##### PROVIDED DATA

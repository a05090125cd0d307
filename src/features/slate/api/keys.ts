export const slateKeys = {
  all: ["slate"] as const,
  lists: (channelId: string) => [...slateKeys.all, channelId, "list"] as const,
  detail: (channelId: string, episodeId: string) => [...slateKeys.all, channelId, "detail", episodeId] as const,
};
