import { keepPreviousData, queryOptions, useQuery } from "@tanstack/react-query";
import { boardFilterKeys } from "@shared/slate/choices";
import type { Board, BoardFilters } from "@shared/slate/schemas";
import { api } from "../../../lib/api-client";
import { slateKeys } from "./keys";

export function boardQueryString(filters: BoardFilters): string {
  const params = new URLSearchParams();
  for (const key of boardFilterKeys) {
    const value = filters[key];
    if (value) params.set(key, value);
  }
  const text = params.toString();
  return text ? `?${text}` : "";
}

export const boardQueryOptions = (channelId: string, filters: BoardFilters) =>
  queryOptions({
    queryKey: slateKeys.board(channelId, filters),
    queryFn: ({ signal }) => api<Board>(`/api/channels/${channelId}/episodes${boardQueryString(filters)}`, { signal }),
    // Changing a filter keeps the old board on screen until the new one arrives.
    placeholderData: keepPreviousData,
  });

export const useBoard = (channelId: string, filters: BoardFilters) => useQuery(boardQueryOptions(channelId, filters));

##########

#### [YOUR OBJECTIVE]
Print out every record again, exactly and in full.

#### [COMPLETED TASK]
repository a05090125cd0d307
filename src/features/slate/api/keys.ts
export const slateKeys = {
  all: ["slate"] as const,
  lists: (channelId: string) => [...slateKeys.all, channelId, "list"] as const,
  detail: (channelId: string, episodeId: string) => [...slateKeys.all, channelId, "detail", episodeId] as const,
};
import { keepPreviousData, queryOptions, useQuery } from "@tanstack/react-query";
import { boardFilterKeys } from "@shared/slate/choices";
import type { Board, BoardFilters } from "@shared/slate/schemas";
import { api } from "../../../lib/api-client";
import { slateKeys } from "./keys";

export function boardQueryString(filters: BoardFilters): string {
  const params = new URLSearchParams();
  for (const key of boardFilterKeys) {
    const value = filters[key];
    if (value) params.set(key, value);
  }
  const text = params.toString();
  return text ? `?${text}` : "";
}

export const boardQueryOptions = (channelId: string, filters: BoardFilters) =>
  queryOptions({
    queryKey: slateKeys.board(channelId, filters),
    queryFn: ({ signal }) => api<Board>(`/api/channels/${channelId}/episodes${boardQueryString(filters)}`, { signal }),
    // Changing a filter keeps the old board on screen until the new one arrives.
    placeholderData: keepPreviousData,
  });

export const useBoard = (channelId: string, filters: BoardFilters) => useQuery(boardQueryOptions(channelId, filters));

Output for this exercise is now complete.